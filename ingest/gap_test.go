package ingest_test

import (
	"errors"
	"fmt"
	"io"
	"math"
	"net"
	"path/filepath"
	"sync"
	"testing"
	"time"

	"github.com/nats-io/nats.go"
	"github.com/rs/zerolog"

	"driftfit/ingest"
	"driftfit/rolling"
	"driftfit/store"
)

// resetProxy forwards TCP connections from 127.0.0.1 to a server and can
// reset every connection it holds, as a failing network path does while
// the server stays up.
type resetProxy struct {
	ln     net.Listener
	target string
	mu     sync.Mutex
	conns  map[net.Conn]bool
	wg     sync.WaitGroup
}

func newResetProxy(t *testing.T, target string) *resetProxy {
	t.Helper()
	ln, err := net.Listen("tcp", "127.0.0.1:0")
	if err != nil {
		t.Fatal(err)
	}
	p := &resetProxy{ln: ln, target: target, conns: map[net.Conn]bool{}}
	p.wg.Add(1)
	go p.accept()
	t.Cleanup(p.close)
	return p
}

func (p *resetProxy) url() string { return "nats://" + p.ln.Addr().String() }

func (p *resetProxy) accept() {
	defer p.wg.Done()
	for {
		c, err := p.ln.Accept()
		if err != nil {
			return
		}
		s, err := net.Dial("tcp", p.target)
		if err != nil {
			c.Close()
			continue
		}
		p.mu.Lock()
		p.conns[c], p.conns[s] = true, true
		p.mu.Unlock()
		p.wg.Add(2)
		pipe := func(dst, src net.Conn) {
			defer p.wg.Done()
			_, _ = io.Copy(dst, src)
			dst.Close()
			src.Close()
		}
		go pipe(s, c)
		go pipe(c, s)
	}
}

// reset closes every connection with a TCP reset (linger 0) and reports
// how many it closed.
func (p *resetProxy) reset() int {
	p.mu.Lock()
	defer p.mu.Unlock()
	n := 0
	for c := range p.conns {
		if tc, ok := c.(*net.TCPConn); ok {
			_ = tc.SetLinger(0)
		}
		c.Close()
		delete(p.conns, c)
		n++
	}
	return n
}

func (p *resetProxy) close() {
	p.ln.Close()
	p.reset()
	p.wg.Wait()
}

// TestService_ReconnectGap runs the service through a TCP proxy that
// resets its connection 8 times while 60,000 readings of 20 sensors,
// published with JetStream acknowledgements, stream in. Messages the
// server delivered while the client was away are lost in flight; the
// service must see the gap in the stream sequence and read them again.
// It checks applied == published, the stored position is the last
// sequence, and each sensor's fit is bit for bit that of the same
// readings added in order to a fresh rolling.Sensor (an uninterrupted
// run).
func TestService_ReconnectGap(t *testing.T) {
	if testing.Short() {
		t.Skip("streams 60,000 readings through connection resets")
	}
	dir := t.TempDir()
	ns := natsServer(t, filepath.Join(dir, "nats"), 0)
	defer ns.Shutdown()
	proxy := newResetProxy(t, ns.Addr().String())
	lg := zerolog.New(zerolog.NewTestWriter(t)).Level(zerolog.InfoLevel)
	h := startServiceWith(t, proxy.url(), dir, ingest.ModeStream, func(o *ingest.Options) { o.Logger = &lg })
	waitStream(t, h.nc)

	pub, err := nats.Connect(ns.ClientURL())
	if err != nil {
		t.Fatal(err)
	}
	defer pub.Close()
	js, err := pub.JetStream(nats.PublishAsyncMaxPending(4096))
	if err != nil {
		t.Fatal(err)
	}
	const sensors, perSensor = 20, 3000
	base := time.Now().Add(-23 * time.Hour).Truncate(time.Hour)
	value := func(i int) float64 { return 100 + 0.001*float64(i) + float64(i%13)*0.01 }
	done := make(chan error, 1)
	go func() {
		for i := range perSensor {
			at := base.Add(time.Duration(i) * 20 * time.Second)
			for k := range sensors {
				payload := fmt.Appendf(nil, `{"t":%d,"v":%v}`, at.Unix(), value(i+k))
				// Wait out a stall of unacknowledged publishes; nothing
				// else may fail.
				for {
					_, err := js.PublishAsync(fmt.Sprintf("driftfit.in.qm.gap.pt-%d", k), payload)
					if err == nil {
						break
					}
					if !errors.Is(err, nats.ErrTooManyStalledMsgs) {
						done <- err
						return
					}
					<-js.PublishAsyncComplete()
				}
			}
		}
		select {
		case <-js.PublishAsyncComplete():
			done <- nil
		case <-time.After(60 * time.Second):
			done <- fmt.Errorf("%d publishes not acknowledged", js.PublishAsyncPending())
		}
	}()
	// Reset whenever the service has taken another stretch of readings,
	// so each reset falls while messages are in flight to it.
	resets := 0
	t0 := time.Now()
	for resets < 8 {
		target := uint64(resets+1) * sensors * perSensor / 10
		deadline := time.Now().Add(20 * time.Second)
		for h.svc.Stats().Applied < target {
			if time.Now().After(deadline) {
				ci, err := js.ConsumerInfo("DRIFTFIT", "driftfit")
				if err == nil {
					t.Fatalf("stuck: consumer delivered %+v ackfloor %+v pending %d ackpending %d waiting %d; stats %+v connected %v", ci.Delivered, ci.AckFloor, ci.NumPending, ci.NumAckPending, ci.NumWaiting, h.svc.Stats(), h.nc.IsConnected())
				}
				t.Fatal(err)
			}
			time.Sleep(10 * time.Millisecond)
		}
		if proxy.reset() > 0 {
			resets++
			t.Logf("reset %d at %d applied, after %v", resets, h.svc.Stats().Applied, time.Since(t0).Round(time.Millisecond))
		}
	}
	if err := <-done; err != nil {
		t.Fatal(err)
	}
	const want = sensors * perSensor
	waitFor(t, "every reading applied", func() bool { return h.svc.Stats().Applied >= want })
	time.Sleep(100 * time.Millisecond) // let a double count show, if there were one
	if st := h.svc.Stats(); st.Applied != want || st.Rejected != 0 {
		t.Fatalf("applied %d, rejected %d; want %d, 0", st.Applied, st.Rejected, want)
	}
	h.stop()

	db, err := store.Open(filepath.Join(dir, "state.db"), store.Options{ReadOnly: true})
	if err != nil {
		t.Fatal(err)
	}
	defer db.Close()
	if pos, err := db.Position(); err != nil || pos != want {
		t.Errorf("stored position %d (%v), want %d", pos, err, want)
	}
	spec := rolling.WindowSpec{Span: 24 * time.Hour, Pane: time.Hour}
	got := map[string]rolling.Solution{}
	err = db.Restore(func(string) (*rolling.Sensor, error) { return rolling.NewSensor(spec) }, func(r store.Restored) error {
		got[r.ID] = r.Sensor.Solve(0)
		return nil
	})
	if err != nil {
		t.Fatal(err)
	}
	for k := range sensors {
		ref, err := rolling.NewSensor(spec)
		if err != nil {
			t.Fatal(err)
		}
		for i := range perSensor {
			at := base.Add(time.Duration(i) * 20 * time.Second)
			if err := ref.Add(rolling.Reading{UnixNano: at.UnixNano(), Value: value(i + k)}); err != nil {
				t.Fatal(err)
			}
		}
		id := fmt.Sprintf("qm.gap.pt-%d", k)
		w, g := ref.Solve(0), got[id]
		if g.N != w.N || math.Float64bits(g.Line.Coef[1]) != math.Float64bits(w.Line.Coef[1]) || math.Float64bits(g.Line.Coef[0]) != math.Float64bits(w.Line.Coef[0]) {
			t.Errorf("%s: n %d slope %v level %v; uninterrupted n %d slope %v level %v", id, g.N, g.Line.Coef[1], g.Line.Coef[0], w.N, w.Line.Coef[1], w.Line.Coef[0])
		}
	}
	t.Logf("refetches %v", counterValue(t, h.m.StreamRefetch))
}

_____

**What is expected:**
Extract, please, the lines from the start of the entries above through the one with "server and can", both included, reproducing each exactly and adding nothing.

**Task result:**
filename ingest/gap_test.go
package ingest_test

import (
	"errors"
	"fmt"
	"io"
	"math"
	"net"
	"path/filepath"
	"sync"
	"testing"
	"time"

	"github.com/nats-io/nats.go"
	"github.com/rs/zerolog"

	"driftfit/ingest"
	"driftfit/rolling"
	"driftfit/store"
)

// resetProxy forwards TCP connections from 127.0.0.1 to a server and can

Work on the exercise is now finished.